嗯,有一种方法可以让任何类型都具有可比性:只需将其包装在一个类中,即可根据需要进行比较:
class DataFrameWrapper():
def __init__(self, df):
self.df = df
def __eq__(self, other):
return self.df.equals(other.df)
因此,当您包装“不可比较”的值时,您现在可以简单地使用==:
>>> import pandas as pd
>>> df1 = pd.DataFrame({'a': [1,2,3]})
>>> df2 = pd.DataFrame({'a': [3,2,1]})
>>> a = {'x': 1, 'y': {'z': "George", 'w': DataFrameWrapper(df1)}}
>>> b = {'x': 1, 'y': {'z': "George", 'w': DataFrameWrapper(df1)}}
>>> c = {'x': 1, 'y': {'z': "George", 'w': DataFrameWrapper(df2)}}
>>> a == b
True
>>> a == c
False
当然,包装你的价值观有它的缺点,但如果你只需要比较它们,那将是一种非常简单的方法。可能需要的是在进行比较之前进行递归包装,然后进行递归解包:
def recursivewrap(dict_):
for key, value in dict_.items():
wrapper = wrappers.get(type(value), lambda x: x) # for other types don't wrap
dict_[key] = wrapper(value)
return dict_ # return dict_ so this function can be used for recursion
def recursiveunwrap(dict_):
for key, value in dict_.items():
unwrapper = unwrappers.get(type(value), lambda x: x)
dict_[key] = unwrapper(value)
return dict_
wrappers = {pd.DataFrame: DataFrameWrapper,
dict: recursivewrap}
unwrappers = {DataFrameWrapper: lambda x: x.df,
dict: recursiveunwrap}
示例案例:
>>> recursivewrap(a)
{'x': 1,
'y': {'w': <__main__.DataFrameWrapper at 0x2affddcc048>, 'z': 'George'}}
>>> recursiveunwrap(recursivewrap(a))
{'x': 1, 'y': {'w': a
0 1
1 2
2 3, 'z': 'George'}}
如果您真的很喜欢冒险,您可以使用包装类,根据比较结果修改一些包含不相等信息的变量。
这部分答案基于不包含嵌套的原始问题:
您可以将不可散列值与可散列值分开,并对可散列值进行集合比较,对不可散列值进行“顺序无关”列表比较:
def split_hashable_unhashable(vals):
"""Seperate hashable values from unhashable ones and returns a set (hashables)

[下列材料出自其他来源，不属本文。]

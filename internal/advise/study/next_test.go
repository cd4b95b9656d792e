package study

import (
	"context"
	"fmt"
	"math/rand/v2"
	"slices"
	"testing"

	"pinfill/internal/advise"
	"pinfill/internal/choose"
)

// grow labels from ten random rows up to most, batch rows at a time as Next names them, and gives the accuracy at
// every count of labels reached.
func grow(t *testing.T, l *lab, at []int32, most, batch int, doubtful bool) map[int]float64 {
	t.Helper()
	reached := map[int]float64{}
	for {
		a := l.solveClasses(t, l.labels(at, func(k int) int { return l.class[at[k]] }), 2, choose.AutoBalance)
		reached[len(at)] = l.accuracy(a)
		if len(at) >= most {
			return reached
		}
		var doubt []float64
		if doubtful {
			doubt = make([]float64, l.n)
			var s []float64
			for v := range l.n {
				s = a.shares(s, v)
				slices.Sort(s)
				if top := s[len(s)-1]; top > 0 {
					doubt[v] = 1 - (top-s[len(s)-2])/top
				}
			}
		}
		picks, err := advise.Next(context.Background(), advise.NextProblem{
			Conductance: l.conduct, Labelled: at, Doubt: doubt, Count: min(batch, most-len(at)),
		})
		if err != nil {
			t.Fatal(err)
		}
		for _, p := range picks {
			at = append(at, p.Vertex)
		}
		at = slices.Clone(at)
		slices.Sort(at)
	}
}

// TestNext prints how many labels chosen by Next do the work of 60 drawn at random, from the same ten to start with.
func TestNext(t *testing.T) {
	if *drawings == 0 {
		t.Skip("a study: make coverage")
	}
	batches, names := []int{13, 5, 26}, []string{"digits", "clips", "seabed"}
	if quick() {
		batches, names = batches[:1], names[:1]
	}
	fmt.Printf("%-8s %5s %9s | %s\n", "table", "batch", "random 60", "accuracy by number of labels")
	for _, name := range names {
		l := get(t, name)
		for _, batch := range batches {
			var random mean
			at := map[int]*mean{}
			draws := min(max(fewer(name, 2)/2, 2), 20)
			for d := range draws {
				r := rand.New(rand.NewPCG(uint64(d), 99))
				all := r.Perm(l.n)
				start := func(count int) []int32 {
					var s []int32
					for _, v := range all[:count] {
						s = append(s, int32(v))
					}
					slices.Sort(s)
					return s
				}
				sixty := start(60)
				random.add(l.accuracy(l.solveClasses(t, l.labels(sixty, func(k int) int { return l.class[sixty[k]] }), 2, choose.AutoBalance)))
				for n, v := range grow(t, l, start(10), 36, batch, true) {
					if at[n] == nil {
						at[n] = &mean{}
					}
					at[n].add(v)
				}
			}
			fmt.Printf("%-8s %5d %9.3f |", name, batch, random.value())
			counts := []int{}
			for n := range at {
				counts = append(counts, n)
			}
			slices.Sort(counts)
			for _, n := range counts {
				fmt.Printf(" %d: %.3f", n, at[n].value())
			}
			fmt.Println()
			if at[36].value() < random.value() {
				t.Errorf("%s in batches of %d: %.3f with 36 chosen labels, %.3f with 60 random ones", name, batch, at[36].value(), random.value())
			}
		}
	}
}
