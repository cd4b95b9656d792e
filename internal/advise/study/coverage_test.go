package study

import (
	"context"
	"flag"
	"fmt"
	"math"
	"math/rand/v2"
	"slices"
	"testing"

	"pinfill/internal/choose"
	"pinfill/internal/trust"
)

const coverage = 0.9

var only = flag.String("table", "", "study this table of classes alone")

func tables() []string {
	if *only != "" {
		return []string{*only}
	}
	if quick() {
		return []string{"iris", "wine"}
	}
	return []string{"iris", "wine", "digits", "clips", "seabed"}
}

// fewer gives the number of drawings for a table: large ones cost more.
func fewer(name string, p float64) int {
	d := *drawings
	if name == "seabed" || name == "grain" || p != 2 {
		d = min(d, max(d/4, 4))
	}
	return d
}

// chance is how far the mean coverage of few drawings may lie off: three standard errors, one drawing of 40 labels
// having a standard deviation of sqrt(.9 .1 / 42) = .046 (Beta distribution of conformal coverage). With the hundreds
// of drawings that the documented figures take, nothing is granted.
func chance(drawings int) float64 {
	if drawings >= 100 {
		return 0
	}
	return 3 * .046 / math.Sqrt(float64(drawings))
}

// TestClassCoverage prints, for labels drawn at random: coverage and size of the sets, calibration error, Brier score
// and accuracy on the unlabelled rows.
func TestClassCoverage(t *testing.T) {
	if *drawings == 0 {
		t.Skip("a study: make coverage")
	}
	fmt.Printf("%-8s %3s %4s %-7s %8s %6s %6s %6s %6s %6s %6s %8s\n", "table", "l", "p", "balance", "covered", "size", "empty", "ECE", "Brier", "right", "lo-ECE", "lo-right")
	for _, name := range tables() {
		var size mean
		for _, count := range []int{40, 50, 60} {
			for _, mode := range []choose.Mode{choose.AutoBalance, choose.Uniform} {
				size.add(classCoverage(t, name, count, 2, mode))
			}
		}
		if size.value() > 1.6 {
			t.Errorf("%s: %.2f classes a set, want at most 1.6", name, size.value())
		}
		if name == "iris" || name == "wine" {
			classCoverage(t, name, 50, 4, choose.AutoBalance)
		}
	}
}

// classCoverage prints one row and gives the mean size of the sets.
func classCoverage(t *testing.T, name string, count int, p float64, mode choose.Mode) float64 {
	t.Helper()
	l := get(t, name)
	var covered, size, empty, ece, brier, right, leftECE, leftRight mean
	for d := range fewer(name, p) {
		at := l.draw(rand.New(rand.NewPCG(uint64(d), uint64(count))), count)
		a := l.solveClasses(t, l.labels(at, func(k int) int { return l.class[at[k]] }), p, mode)
		cal, err := trust.FitCalibration(trust.ClassEvidence{Classes: l.classes, LeftOut: a.leftOut, Given: a.given})
		if err != nil {
			t.Fatal(err)
		}
		sets, err := trust.NewSets(cal, trust.SetSettings{Coverage: coverage})
		if err != nil {
			t.Fatal(err)
		}
		var in [][]int32
		var prob [][]float64
		var truth []int
		for _, v := range l.free(at) {
			q := cal.Probabilities(make([]float64, l.classes), a.shares(nil, v))
			prob, truth = append(prob, q), append(truth, l.class[v])
			in = append(in, sets.Of(nil, q))
			if len(in[len(in)-1]) == 0 {
				empty.add(1)
			} else {
				empty.add(0)
			}
		}
		c := trust.MeasureSets(in, truth)
		covered.add(c.Covered.Value)
		size.add(c.Size)
		m := trust.MeasureClasses(prob, truth)
		ece.add(m.ECE)
		brier.add(m.Brier)
		right.add(m.Accuracy)
		leftECE.add(cal.Figures().ECE)
		leftRight.add(cal.Figures().Accuracy)
	}
	fmt.Printf("%-8s %3d %4g %-7s %.3f±%.3f %5.2f %6.3f %6.3f %6.3f %6.3f %6.3f %8.3f\n", name, count, p, mode,
		covered.value(), covered.se(), size.value(), empty.value(), ece.value(), brier.value(), right.value(), leftECE.value(), leftRight.value())
	slack := chance(covered.n)
	if v := covered.value(); v < .87-slack || v > .93+slack {
		t.Errorf("%s, %d labels, p=%g, %v: sets hold the truth at %.3f, want .87 to .93", name, count, p, mode, v)
	}
	limit := .07
	if name == "digits" {
		limit = .05
	}
	if mode == choose.AutoBalance && count == 50 && ece.value() > limit+3*ece.se() {
		t.Errorf("%s: calibration error %.3f, want at most %.2f", name, ece.value(), limit)
	}
	return size.value()
}

// TestNumberCoverage prints coverage and width of intervals: Plus (jackknife+), At, and a split-conformal baseline that
// trains on half of the labels.
func TestNumberCoverage(t *testing.T) {
	if *drawings == 0 {
		t.Skip("a study: make coverage")
	}
	fmt.Printf("%-12s %3s  %-14s %-14s %-14s (width in standard deviations of the label)\n", "table", "l", "plus", "at", "split")
	names := []string{"petal width", "proline", "grain"}
	if quick() {
		names = names[:2]
	}
	for _, name := range names {
		for _, count := range []int{40, 60} {
			numberCoverage(t, name, count)
		}
	}
}

func numberCoverage(t *testing.T, name string, count int) {
	l := get(t, name)
	ctx := context.Background()
	var cover, width [3]mean
	spreadAll := 0.0
	for _, v := range l.value {
		spreadAll += v / float64(l.n)
	}
	var sd mean
	for _, v := range l.value {
		sd.add((v - spreadAll) * (v - spreadAll))
	}
	unit := math.Sqrt(sd.value())
	for d := range fewer(name, 2) {
		r := rand.New(rand.NewPCG(uint64(d), uint64(1000+count)))
		at := l.draw(r, count)
		y := make([]float64, count)
		for k, v := range at {
			y[k] = l.value[v]
		}
		var shift float64
		for _, v := range y {
			shift += v / float64(count)
		}
		measures := make([][]float64, 0, count)
		schur, _, err := l.system(t, at).Harmonic(ctx, 1e-8, func(_ int, h [][]float64) error {
			for _, c := range h {
				measures = append(measures, slices.Clone(c))
			}
			return nil
		})
		if err != nil {
			t.Fatal(err)
		}
		field, square := make([]float64, l.n), make([]float64, l.n)
		for k, h := range measures {
			for v, t := range h {
				field[v] += t * (y[k] - shift)
				square[v] += t * (y[k] - shift) * (y[k] - shift)
			}
		}
		spread, err := trust.Spread(field, square)
		if err != nil {
			t.Fatal(err)
		}
		leftSpread, err := trust.LeftOutSpread(schur, y)
		if err != nil {
			t.Fatal(err)
		}
		residual := make([]float64, count)
		leftOut := make([]float64, count)
		for k := range y {
			for j := range y {
				residual[k] += schur.At(k, j) * y[j] / schur.At(k, k)
			}
			leftOut[k] = y[k] - residual[k]
		}
		iv, err := trust.NewIntervals(trust.NumberEvidence{Given: y, LeftOut: leftOut, Spread: leftSpread}, trust.IntervalSettings{Coverage: coverage})
		if err != nil {
			t.Fatal(err)
		}
		// Split conformal: half to train, half to set the width.
		half := r.Perm(count)
		slices.Sort(half[:count/2])
		var train []int32
		var values []float64
		for _, k := range half[:count/2] {
			train, values = append(train, at[k]), append(values, y[k])
		}
		split := make([]float64, l.n)
		if _, err := l.system(t, train).SolveDirichlet(ctx, [][]float64{values}, [][]float64{split}, 1e-8); err != nil {
			t.Fatal(err)
		}
		var miss []float64
		for _, k := range half[count/2:] {
			miss = append(miss, math.Abs(y[k]-split[at[k]]))
		}
		slices.Sort(miss)
		wide := miss[int(math.Ceil(coverage*float64(len(miss)+1)))-1]

		var low, high [3][]float64
		var truth []float64
		without := make([]float64, count)
		for _, v := range l.free(at) {
			for k := range without {
				without[k] = field[v] + shift - residual[k]*measures[k][v]
			}
			add := func(i int, lo, hi float64) { low[i], high[i] = append(low[i], lo), append(high[i], hi) }
			lo, hi := iv.Plus(without, spread[v], nil)
			add(0, lo, hi)
			lo, hi = iv.At(field[v]+shift, spread[v])
			add(1, lo, hi)
			add(2, split[v]-wide, split[v]+wide)
			truth = append(truth, l.value[v])
		}
		for i := range cover {
			c := trust.MeasureIntervals(low[i], high[i], truth)
			cover[i].add(c.Covered.Value)
			width[i].add(c.Size / unit)
		}
	}
	fmt.Printf("%-12s %3d ", name, count)
	for i := range cover {
		fmt.Printf(" %.3f w %5.2f  ", cover[i].value(), width[i].value())
	}
	fmt.Println()
	slack := chance(cover[0].n)
	for i := range 2 {
		if v := cover[i].value(); v < .87-slack || v > .93+slack {
			t.Errorf("%s, %d labels: intervals hold the truth at %.3f, want .87 to .93", name, count, v)
		}
	}
	if width[0].value() > width[2].value() {
		t.Errorf("%s, %d labels: width %.3f, split conformal %.3f", name, count, width[0].value(), width[2].value())
	}
}
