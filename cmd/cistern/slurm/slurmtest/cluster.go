// Package slurmtest starts a Slurm cluster of one node on the loopback address, for
// tests: its own keys, ports and folder, nothing of the machine's own Slurm.
package slurmtest

import (
	"bytes"
	"crypto/rand"
	"fmt"
	"net"
	"os"
	"os/exec"
	"path/filepath"
	"strings"
	"syscall"
	"testing"
	"text/template"
	"time"
)

// Start starts a cluster that ends with the test, and points the scheduler's
// commands at it. maxArray is the highest number of tasks of an array. Where Slurm
// is not installed the test is skipped; with CI set in the environment it fails.
func Start(t *testing.T, maxArray int) {
	t.Helper()
	for _, name := range []string{"munged", "slurmctld", "slurmd", "sbatch"} {
		if _, err := exec.LookPath(name); err != nil {
			if os.Getenv("CI") != "" {
				t.Fatalf("%s is not installed (Debian: slurm-wlm, munge)", name)
			}
			t.Skipf("%s is not installed (Debian: slurm-wlm, munge)", name)
		}
	}
	if os.Getuid() != 0 {
		t.Skip("a private Slurm cluster is started by root only")
	}
	dir, err := os.MkdirTemp("", "slurm") // short: the path of a socket
	if err != nil {
		t.Fatal(err)
	}
	t.Cleanup(func() { _ = os.RemoveAll(dir) })
	for _, d := range []string{"state", "spool", "munge", "log"} {
		if err := os.Mkdir(filepath.Join(dir, d), 0o700); err != nil {
			t.Fatal(err)
		}
	}
	secret := make([]byte, 1024)
	_, _ = rand.Read(secret)
	write(t, filepath.Join(dir, "munge", "key"), secret, 0o400)
	host, err := exec.Command("hostname", "-s").Output()
	if err != nil {
		t.Fatal(err)
	}
	var conf bytes.Buffer
	err = configuration.Execute(&conf, map[string]any{"Dir": dir, "Host": strings.TrimSpace(string(host)), "Array": maxArray + 1, "Controller": port(t), "Node": port(t)})
	if err != nil {
		t.Fatal(err)
	}
	write(t, filepath.Join(dir, "slurm.conf"), conf.Bytes(), 0o644)
	t.Setenv("SLURM_CONF", filepath.Join(dir, "slurm.conf"))
	in := func(name string) string { return filepath.Join(dir, name) }
	start(t, "munged", "--foreground", "--force", "--key-file="+in("munge/key"), "--socket="+in("munge/socket"), "--pid-file="+in("munge/pid"),
		"--log-file="+in("log/munge"), "--seed-file="+in("munge/seed"))
	await(t, "munge", func() error { _, err := os.Stat(in("munge/socket")); return err })
	start(t, "slurmctld", "-D", "-i")
	await(t, "the controller", func() error { return exec.Command("scontrol", "ping").Run() })
	start(t, "slurmd", "-D")
	await(t, "the node", func() error {
		out, err := exec.Command("sinfo", "--noheader", "--format=%T").Output()
		if err == nil && strings.TrimSpace(string(out)) != "idle" {
			err = fmt.Errorf("it is %s", strings.TrimSpace(string(out)))
		}
		return err
	})
}

func write(t *testing.T, path string, data []byte, mode os.FileMode) {
	t.Helper()
	if err := os.WriteFile(path, data, mode); err != nil {
		t.Fatal(err)
	}
}

// port returns a port that is free now.
func port(t *testing.T) int {
	t.Helper()
	l, err := net.Listen("tcp", "127.0.0.1:0")
	if err != nil {
		t.Fatal(err)
	}
	defer func() { _ = l.Close() }()
	return l.Addr().(*net.TCPAddr).Port
}

// start starts a daemon that is stopped, by its process number, when the test ends.
func start(t *testing.T, name string, args ...string) {
	t.Helper()
	cmd := exec.Command(name, args...)
	cmd.SysProcAttr = &syscall.SysProcAttr{Setpgid: true}
	if err := cmd.Start(); err != nil {
		t.Fatal(err)
	}
	t.Cleanup(func() {
		_ = cmd.Process.Signal(syscall.SIGTERM)
		ended := make(chan struct{})
		go func() { _ = cmd.Wait(); close(ended) }()
		select {
		case <-ended:
		case <-time.After(10 * time.Second):
			_ = cmd.Process.Kill()
			<-ended
		}
	})
}

func await(t *testing.T, what string, ready func() error) {
	t.Helper()
	var err error
	for range 300 {
		if err = ready(); err == nil {
			return
		}
		time.Sleep(100 * time.Millisecond)
	}
	t.Fatalf("%s does not start: %v", what, err)
}

var configuration = template.Must(template.New("slurm.conf").Parse(`ClusterName=test
SlurmctldHost={{.Host}}(127.0.0.1)
SlurmctldPort={{.Controller}}
SlurmdPort={{.Node}}
SlurmUser=root
SlurmdUser=root
AuthType=auth/munge
AuthInfo=socket={{.Dir}}/munge/socket
StateSaveLocation={{.Dir}}/state
SlurmdSpoolDir={{.Dir}}/spool
SlurmctldPidFile={{.Dir}}/controller.pid
SlurmdPidFile={{.Dir}}/node.pid
SlurmctldLogFile={{.Dir}}/log/controller
SlurmdLogFile={{.Dir}}/log/node
ProctrackType=proctrack/linuxproc
TaskPlugin=task/none
SelectType=select/cons_tres
SelectTypeParameters=CR_CPU
MpiDefault=none
SwitchType=switch/none
ReturnToService=2
MaxArraySize={{.Array}}
SchedulerParameters=sched_interval=2,batch_sched_delay=0
MinJobAge=300
AccountingStorageType=accounting_storage/none
JobAcctGatherType=jobacct_gather/none
NodeName={{.Host}} NodeAddr=127.0.0.1 CPUs=2 State=UNKNOWN
PartitionName=main Nodes={{.Host}} Default=YES MaxTime=INFINITE State=UP
`))
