func TestTables(t *testing.T) {
	const life = "life: {first_age: 30, last_age: 33, survival: {table: q.csv, sex: female, year: 2010}}"
	good := "# source\nage,sex,year,q\n30,female,2010,0.1\n31,female,2010,0.2\n32,female,2010,0.3\n30,male,2010,0.5\n"
	for _, tt := range []struct{ name, csv, want string }{
		{"good", good, ""},
		{"no column", "age,sex,q\n30,female,0.1\n", "q.csv:1: has no column year"},
		{"probability", strings.Replace(good, "0.2", "1.2", 1), `q.csv:4: q is "1.2", want a probability from 0 to 1`},
		{"age", strings.Replace(good, "31,", "x,", 1), `q.csv:4: age is "x"`},
		{"gap", strings.Replace(good, "31,female,2010,0.2\n", "", 1), "has no row for age 31"},
		{"twice", good + "30,female,2010,0.1\n", "q.csv:7: has age 30 a second time"},
		{"short", "age,sex,year,q\n30,female,2010,0.1\n", "life.survival: is for ages 30 to 30, want every age from 30 to 32"},
		{"other year", strings.ReplaceAll(good, "2010", "2011"), "has no rows for sex female and year 2010, only for female 2011, male 2011"},
		{"ragged", good + "1,2\n", "q.csv:7: wrong number of fields"},
		{"empty", "", "q.csv:1: is empty"},
		{"header alone", "age,sex,year,q\n", "q.csv:1: has a header but no rows"},
		{"column twice", "age,sex,year,q,q\n30,female,2010,0.1,0.2\n", "q.csv:1: has column q twice"},
		{"hexadecimal", strings.Replace(good, "0.2", "0x1p-2", 1), `q is "0x1p-2"`},
		{"nan", strings.Replace(good, "0.2", "NaN", 1), `q is "NaN"`},
	} {
		t.Run(tt.name, func(t *testing.T) {
			dir := t.TempDir()
			scenario := filepath.Join(dir, "s.yaml")
			text := strings.Replace(small, "life: {first_age: 30, last_age: 80, survival: certain}", life, 1)
			if err := errors.Join(os.WriteFile(filepath.Join(dir, "q.csv"), []byte(tt.csv), 0o666), os.WriteFile(scenario, []byte(text), 0o666)); err != nil {
				t.Fatal(err)
			}
			sc, err := Load(scenario, []Override{{"public.pension.claim_age", "32"}})
			switch {
			case tt.want == "" && err != nil:
				t.Error(err)
			case tt.want == "":
				if s := sc.Groups[0].Household.Survival; s[0] != 0.9 || s[1] != 0.8 || s[3] != 0 {
					t.Errorf("survival %v", s)
				}
			case err == nil || !strings.Contains(err.Error(), tt.want):
				t.Errorf("got %v, want %q", err, tt.want)
			}
		})
	}
}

and list (unhashable ones)"""
set_ = set()
list_ = []
for val in vals:
try:
set_.add(val)
except TypeError: # unhashable
list_.append(val)
return set_, list_
def compare_lists_arbitary_order(l1, l2, cmp=pd.DataFrame.equals):
"""Compare two lists using a custom comparison function, the order of the
elements is ignored."""
# need to have equal lengths otherwise they can't be equal
if len(l1) != len(l2):
return False
remaining_indices = set(range(len(l2)))
for item in l1:
for cmpidx in remaining_indices:
if cmp(item, l2[cmpidx]):
remaining_indices.remove(cmpidx)
break
else:
# Run through the loop without finding a match
return False
return True
def dict_compare(d1, d2):
if set(d1) != set(d2): # compare the dictionary keys
return False
set1, list1 = split_hashable_unhashable(d1.values())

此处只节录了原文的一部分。